And then I had one where it was talking to Bill and Bill was like, I didn't think it would ever land the pet cameo feature.

And then walking clocks like here I am, you know, I just landed.

So it's coming.

It's all internal memes.

Talk about the immersion IP.

Yeah.

Yeah.

Who needs a spooky mom when you can have a walking clock?

What's the greatest thing?

One thing to add in terms of the future, I think on the feature film question, sometimes something I think about all the time is like what, you know, what will that actually look like?

I think my, I mean, caveat, Bill's the only one who is who's good at predicting the future here.

But my sense is that the, you know, as we get to longer forms, what our equivalent of a feature film will look and feel very, very different from what a feature film is today.

You know, I don't know exactly what that looks like, but I think on the subject of creators and what's coming in the world, I think a new medium and a new class of creators, new class could include a lot of existing creators and, and support existing sort of mediums and stuff like that.

But I think we're just in the early innings of, of what I imagine will be the next film industry rather than thinking about this being a feature film.

But I think there'll be something new.

There's some anecdote.

I hope this is true because I say it all the time, but apparently when the recording camera like, you know, hit the world, the first thing people did was record plays.

This is like the least interesting thing you could do with a recording camera.

It's like, what's the big idea?

Oh, we, people don't have to travel around acting.

We can just film them and distribute it.

And then someone was like, wait a minute, we can make a film and film in all these different areas.

And I feel like we haven't, we're in like the first inning of so many different sort of things that people will do with this technology, especially as the constraints change with latency and length and all that kind of stuff.

So cool.

And fun film history nerd fact is one of the original videos, and we should check this as well, but I think the original video was made just down the peninsula to settle a bet on if a horse, when it galloped all four legs, it left the ground.

And I could see a world where you have new, that is an example of new scientific discovery.

People didn't actually have an answer to that.

Now that you have a new simulation format, what are we going to be able to discover in that?

It will be crazy.

And I think one, one broader point here is, you know, this app right now feels very familiar in a lot of ways, right?

It's like a social media network at its core.

But fundamentally, like the way that like we really view it internally, right, is with cameo, we've kind of introduced the lowest bandwidth way to give information to Sora about yourself, right, aspects about your appearance, about your voice, etc.

You can imagine over time that like that bandwidth will greatly increase, right?

So the model deeply understands your relationships with other people, it understands, you know, more than just how you look on any given day.
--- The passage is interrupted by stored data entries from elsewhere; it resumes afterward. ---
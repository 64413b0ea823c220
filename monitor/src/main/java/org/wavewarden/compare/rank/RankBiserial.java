package org.wavewarden.compare.rank;

import org.wavewarden.compare.Checks;
import org.wavewarden.compare.EffectSize;
import org.wavewarden.profile.NumericDistribution;

/**
 * The matched-pairs rank-biserial correlation, the effect size that goes with the Wilcoxon signed-rank test:
 * {@code r = (T+ - T-) / (T+ + T-)}, T+ and T- the sums of the ranks of |d| over the positive and the negative
 * differences, zeros dropped and ties given mid-ranks (Kerby, D. S. (2014), "The simple difference formula: an
 * approach to teaching nonparametric correlation", Comprehensive Psychology 3, 11.IT.3.1). With V = T+ as R's
 * {@code wilcox.test} reports it and n non-zero differences, {@code r = 4 V / (n (n + 1)) - 1}: -1 when every
 * respondent who changed moved down, +1 when every one moved up.
 *
 * <p>By Tukey's identity, {@code T+ - T- = sum over i <= j of sign(d_i + d_j)}, so r is (up to its n diagonal
 * terms) a U-statistic with kernel sign(d_i + d_j), the share of Walsh averages above zero minus the share below.
 * Its variance is taken from Hoeffding's (1948, Annals of Mathematical Statistics 19) first-order term
 * {@code 4 zeta_1 / n}, with {@code zeta_1} estimated as the sample variance of
 * {@code h_i = (1 / (n - 1)) sum_{j != i} sign(d_i + d_j)}, the way Cliff (1993) estimates the variance of his
 * delta from its row means. The interval is the asymmetric one of Feng and Cliff (2004) for a dominance statistic
 * on [-1, 1], {@code (r - r^3 -/+ z s sqrt((1 - r^2)^2 + z^2 s^2)) / (1 - r^2 + z^2 s^2)}, the same form as
 * {@link CliffsDelta}'s, so the limits stay inside [-1, 1]. Every h_i depends only on d_i, so one pass over the
 * sorted table of differences gives all terms.
 *
 * <p>Degenerate cases, as for {@link CliffsDelta}: with a single non-zero difference the interval is [-1, 1]; when
 * every respondent who changed moved the same way (|r| = 1) every kernel term is equal, the estimated variance is
 * zero and the interval collapses to the estimate.
 */
public final class RankBiserial {

    public static final String NAME = "matched-pairs rank-biserial r";

    private RankBiserial() {
    }

    /**
     * @param differences the paired differences {@code current - baseline} as a frequency table, with at least one
     *                    non-zero difference
     * @param confidence  level of the interval, in (0, 1)
     */
    public static EffectSize estimate(NumericDistribution differences, double confidence) {
        Checks.observations(differences, 1, "differences");
        Checks.confidence(confidence);
        int k = differences.size();
        double[] x = new double[k];
        long[] c = new long[k];
        int m = 0;
        for (int i = 0; i < k; i++) {
            if (differences.value(i) != 0) {
                x[m] = differences.value(i);
                c[m++] = differences.count(i);
            }
        }
        long[] below = new long[m + 1]; // below[i]: non-zero differences at indices < i
        for (int i = 0; i < m; i++) {
            below[i + 1] = below[i] + c[i];
        }
        double n = below[m];
        if (n == 0) {
            throw new IllegalArgumentException("differences has no non-zero difference: every pair is unchanged");
        }
        // s[i] = #{d > -x_i} - #{d < -x_i}: the sum over all j of sign(x_i + d_j)
        double[] s = new double[m];
        double ordered = 0;
        double diagonal = 0;
        for (int i = 0; i < m; i++) {
            double target = -x[i];
            int lo = lowerBound(x, m, target);
            int hi = lo < m && x[lo] == target ? lo + 1 : lo;
            s[i] = (n - below[hi]) - below[lo];
            ordered += c[i] * s[i];
            diagonal += c[i] * Math.signum(x[i]);
        }
        double r = (ordered + diagonal) / (n * (n + 1));
        if (n < 2) {
            return new EffectSize(NAME, r, -1.0, 1.0, confidence);
        }
        double theta = 0;
        for (int i = 0; i < m; i++) {
            theta += c[i] * (s[i] - Math.signum(x[i])) / (n - 1);
        }
        theta /= n;
        double ss = 0;
        for (int i = 0; i < m; i++) {
            double e = (s[i] - Math.signum(x[i])) / (n - 1) - theta;
            ss += c[i] * e * e;
        }
        double var = 4 * (ss / (n - 1)) / n;

        return Tables.fengCliff(NAME, r, var, confidence);
    }

    /** First index in x[0..m) whose value is at least target (x ascending). */
    private static int lowerBound(double[] x, int m, double target) {
        int lo = 0;
        int hi = m;
        while (lo < hi) {
            int mid = (lo + hi) >>> 1;
            if (x[mid] < target) {
                lo = mid + 1;
            } else {
                hi = mid;
            }
        }
        return lo;
    }
}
It's, you know, seeing your full like how you've grown up, all of these details about yourself, and will really be able to almost function as like a digital clone, right?

It's like there's really a world where the Sora app almost becomes this like mini alternate reality that's running on your phone, you have versions of yourself that can go off and interact with other people's digital clones, you can do knowledge work, it's not just for entertainment, right?

And it really involves more into a platform, which is really aligned with kind of where these like world simulation capabilities are headed long term.

I think when that happens, the kind of immersion things we will see are crazy.

And you know, for OpenAI across the board, it's really important that we kind of like iteratively deploy technology in a way where we're not just like dropping bombshells on the world, when there's like some big research breakthrough, we want to co evolve society with the technology.

And so that's why we really thought it was important to like do this now, and like do in a way where you know, we've hit this, again, this kind of like GPT 3.5 moment for video, let's make sure the world is kind of aware of what's possible now.

And also, you know, start to get society comfortable and like figuring out the rules of the road for this kind of like longer term vision for where again, there are just copies of yourself running around in Sora and the ether, like just doing tasks and like reporting back in the physical world, because that's where we are headed long term.

So cool.

So you're building the multiverse?

Actually, kind of.

Yeah.

Okay.

Well, can can see me go and find my soulmate somewhere in there?

I mean, anything is possible.

Call for action every one.

It is kind of crazy, though, because now I'm gonna sound totally totally cuckoo.

But if we're in a computed, you know, environment, you're building the perfect simulator.

That kind of is the way you ultimately understand and break out of the computer environment.

Right.

Like, are we getting closer to the heart of the matrix?

Some very deep existential questions.

Yeah.

Yeah.

What's your guys pee of we're simulated?

Like this is rising.

Yeah, me too.

Oh, I'm low.

Yeah.

Oh, man.

But yeah, it's okay.

Really?

Okay.

I'm just like, you know what?

It's gotta be real.

Yeah.

I feel like I'm not like, solid 60%.

I don't know.

Like more likely than not at this point.

I'm there to.

Well, yeah.

Zero.

So we might make a Calcie on it.

Yeah.

Trivally.

Yeah.

What's the Oracle?

It's worth 10.

Yeah.

Yeah.

What do you think are the theoretical limits to Sora?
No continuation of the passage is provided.